23.3.2.4 Salicylic acids An important therapeutic preparation of this is acetyl salicylic acid (aspirin). Details are discussed in another chapter dealing with therapeutic agents.

23.4 Alkalis

23.4 ALKALIS Like acids, alkalis also act as corrosive poisons when administered in the concentrated form, but they act as an irritant poison when diluted. Alkalis are present in a number of household products (eg, drain cleaners, oven cleaners, dishwasher products, some paint strippers, etc.) and are also used in industry.

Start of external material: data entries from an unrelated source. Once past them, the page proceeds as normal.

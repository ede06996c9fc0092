"""Header + plan -> the columns to read; and, once all rows are read, what kind of input each is."""

from __future__ import annotations

import difflib
import math
from collections import Counter
from dataclasses import dataclass, replace
from fractions import Fraction

import numpy as np

from runtime_min.errors import Problem, RowsError
from runtime_min.names import c_input_name, name_and_unit, name_problem
from trainer.cells import MOST_LEVELS, Column, Floats, Span, not_a_number
from trainer.plan import InputPlan, Plan
from trainer.plan_checks import shown
from trainer.plan_rows import named_columns

_SUGGESTIONS = 20  # a search among thousands of headers takes a while
_LEAVE_EMPTY = "leave the field empty where a value is missing"
_NAME_ALL = "name every input with [[input]] in the plan"


@dataclass(frozen=True)
class Columns:
    """The columns that the plan uses; `measured` in the order of `inputs`, the others None where it names none."""

    inputs: tuple[InputPlan, ...]
    measured: tuple[Column, ...]
    label: Column
    weight: Column | None
    group: Column | None
    held_out: Column | None

    def all(self) -> list[Column]:
        others = (self.label, self.weight, self.group, self.held_out)
        return [*(column for column in others if column), *self.measured]


def columns_of_plan(plan: Plan, header: list[str], place: str) -> Columns:
    """Raises RowsError with every column that is missing, there twice, or cannot be an input."""
    problems = repeated(header, place)
    named = named_columns(plan.rows)
    positions = {key: _position(column, header, place, _MEANING[key], problems) for key, column in named}
    inputs = plan.inputs or _inputs_of(header, [column for _, column in named], place, problems)
    places = [_position(entry.column, header, place, f"input {shown(entry.name)}", problems) for entry in inputs]
    if problems:
        raise RowsError(problems)
    classes = plan.rows.classes
    label = Column(
        plan.rows.label,
        positions["label"],
        "correct it, or remove the row",
        codes={text: index for index, text in enumerate(classes or ())},
        grows=classes is None,
        missing="write the class, or remove the row",
    )
    weight = group = held_out = None
    if plan.rows.weight is not None:
        todo = "write a weight of 0 or more, or remove the row"
        weight = Column(plan.rows.weight, positions["weight"], todo, least=0.0, missing=todo)
    if plan.rows.group is not None:
        todo = "write the group, or remove the row"
        group = Column(plan.rows.group, positions["group"], todo, codes={}, grows=True, missing=todo)
    if isinstance(plan.rows.held_out, str):
        todo = "write 1 to hold the row out, 0 to fit it"
        held_out = Column(plan.rows.held_out, positions["held_out"], todo, one_of=(0.0, 1.0), missing=todo)
    measured = tuple(_measured(plan, entry, at) for entry, at in zip(inputs, places, strict=True))
    return Columns(inputs, measured, label, weight, group, held_out)


def repeated(header: list[str], place: str) -> list[Problem]:
    """A problem for each name that several columns have."""
    return [
        Problem(place, f"found {count} columns named {shown(name)}", "rename all but one")
        for name, count in Counter(header).items()
        if count > 1 and name
    ]


def settled(columns: Columns, where: str) -> tuple[tuple[InputPlan, ...], list[Floats]]:
    """The inputs, and the values of each: of a column that the plan does not name, numbers, or levels as positions.

    Raises RowsError for each that is neither: texts beside numbers, or too many different ones.
    """
    problems: list[Problem] = []
    inputs, values = [], []
    for entry, column in zip(columns.inputs, columns.measured, strict=True):
        numbers = column.joined()
        if column.either and column.first_text is not None:
            codes = column.codes or {}
            if not np.isnan(numbers).all():
                place, text = column.first_text
                problems.append(Problem(place, *not_a_number(text, column.refusal, _LEAVE_EMPTY)))
            elif len(codes) > MOST_LEVELS:
                found = f"found more than {MOST_LEVELS} different texts"
                todo = f"remove the column, or {_NAME_ALL}"
                problems.append(Problem(f"{where}: column {shown(column.header)}", found, todo))
            levels = tuple(sorted(codes))
            ranks = np.array([levels.index(text) for text in codes], np.float64)
            texts = np.concatenate(column.text_blocks)
            numbers = np.full(len(texts), np.nan)
            numbers[~np.isnan(texts)] = ranks[texts[~np.isnan(texts)].astype(np.int64)]
            entry = replace(entry, levels=levels, assumed=True)
        inputs.append(entry)
        values.append(numbers)
    if problems:
        raise RowsError(problems)
    return tuple(inputs), values


_MEANING = {
    "label": "the label",
    "weight": "the weight",
    "group": "the group",
    "held_out": "the rows held out",
}


def _measured(plan: Plan, entry: InputPlan, position: int) -> Column:
    if entry.levels:
        codes = {text: index for index, text in enumerate(entry.levels)}
        return Column(entry.column, position, "correct it, or add it to levels", codes=codes)
    if plan.inputs:
        limits = None
        if entry.outside == "fault" and entry.low is not None and entry.high is not None:
            limits = (entry.low, entry.high)
        todo = "correct it, or leave the field empty where a value is missing"
        return Column(entry.column, position, todo, limits=limits, span=_span(entry))
    return Column(entry.column, position, f"correct it, or {_NAME_ALL}, text with levels", either=True)


def _span(entry: InputPlan) -> Span | None:
    """What rows may hold of an input in counts: what counts can stand for, and one count more at each end.

    A converter of 12 bits whose full scale is 4096 counts reaches that scale less one count, and a row may say the
    full scale. Beyond that, a limit that clamps may stand between the rows and the counts' end.
    """
    if entry.counts is None:
        return None
    low, high = entry.counts.span
    least, most = low - abs(entry.counts.gain), high + abs(entry.counts.gain)
    clamped = entry.outside == "clamp" and entry.low is not None and entry.high is not None
    clamped = entry.outside == "clamp"
    below = clamped and entry.low is not None and entry.low >= least
    above = clamped and entry.high is not None and entry.high <= most
    return Span(low, high, -math.inf if below else _nearest(least), math.inf if above else _nearest(most))


def _nearest(value: Fraction) -> float:
    try:
        return float(value)
    except OverflowError:
        return math.inf if value > 0 else -math.inf


def _position(name: str, header: list[str], place: str, what: str, problems: list[Problem]) -> int:
    if name in header:
        return header.index(name)
    near = difflib.get_close_matches(name, header, n=1) if len(problems) < _SUGGESTIONS else []
    todo = f"write {shown(near[0])} in the plan if that is meant" if near else "name a column of the file in the plan"
    problems.append(Problem(place, f"found no column {shown(name)} for {what}", todo))
    return -1


def _inputs_of(header: list[str], named: list[str], place: str, problems: list[Problem]) -> tuple[InputPlan, ...]:
    """Every column but those that [rows] names: for a plan that names no input."""
    inputs: list[InputPlan] = []
    spelled: dict[str, str] = {}
    for column in header:
        if column in named:
            continue
        name, unit = name_and_unit(column)
        in_c = c_input_name(name, unit)
        if problem := name_problem(name):
            problems.append(Problem(place, f"{problem}, for the header {shown(column)}", _NAME_ALL))
        elif spelled.setdefault(in_c, column) != column:
            found = f"found the headers {shown(spelled[in_c])} and {shown(column)}, both {in_c} in C"
            problems.append(Problem(place, found, _NAME_ALL))
        inputs.append(InputPlan(name, column, unit, None, None, "fault", "fault", (), assumed=True))
    if not inputs:
        problems.append(Problem(place, "found no column but the label", "give a column for each input"))
    return tuple(inputs)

Alkalis commonly encountered in poisoning include ammonia (usually in the form of ammonium hydroxide) and carbonates of sodium and potassium. Hydroxides of sodium and calcium and sodium hydrochloride are also increasingly used in household cleaning agents such as detergent. Mode of action Alkalis generally contain hydroxyl groups, which on dissociation in water produce hydroxide ions. Alkali agents injure the GI tract by saponification of fats and solubilization of proteins that allow deep penetration into tissue. Thus, unlike acids, they produce extensive penetrating damage. This pathogenesis of injury is rapidly progressive and may extend weeks after onset. Alkalis have more severe corrosive effects on the esophagus (acids produce corrosive effects on the stomach). Severe esophageal damage can occur if the pH is lower than 11. However, with deliberate ingestion of large quantities, corrosive effects can be seen anywhere from the mouth to the small intestine. Locally, alkalis produce liquefaction necrosis, which results in extensive penetrating damage because of saponification of fats and solubilization of proteins. Ulcers are common and may persist for several weeks. Signs and symptoms The esophagus is often severely affected, resulting in dysphasia, vomiting, and hematemesis. Stridor is an important indicator of severe esophageal injury. Eye involvement can produce serious complications of ophthalmologic emergency. The fatal dose is 10 15 g for most alkalis and 15 to 20 mL for ammonia. Treatment Treatment involves removal from exposure and rest, and also symptom-based treatment. Corneal irrigation with water and topical use of antibiotics are recommended.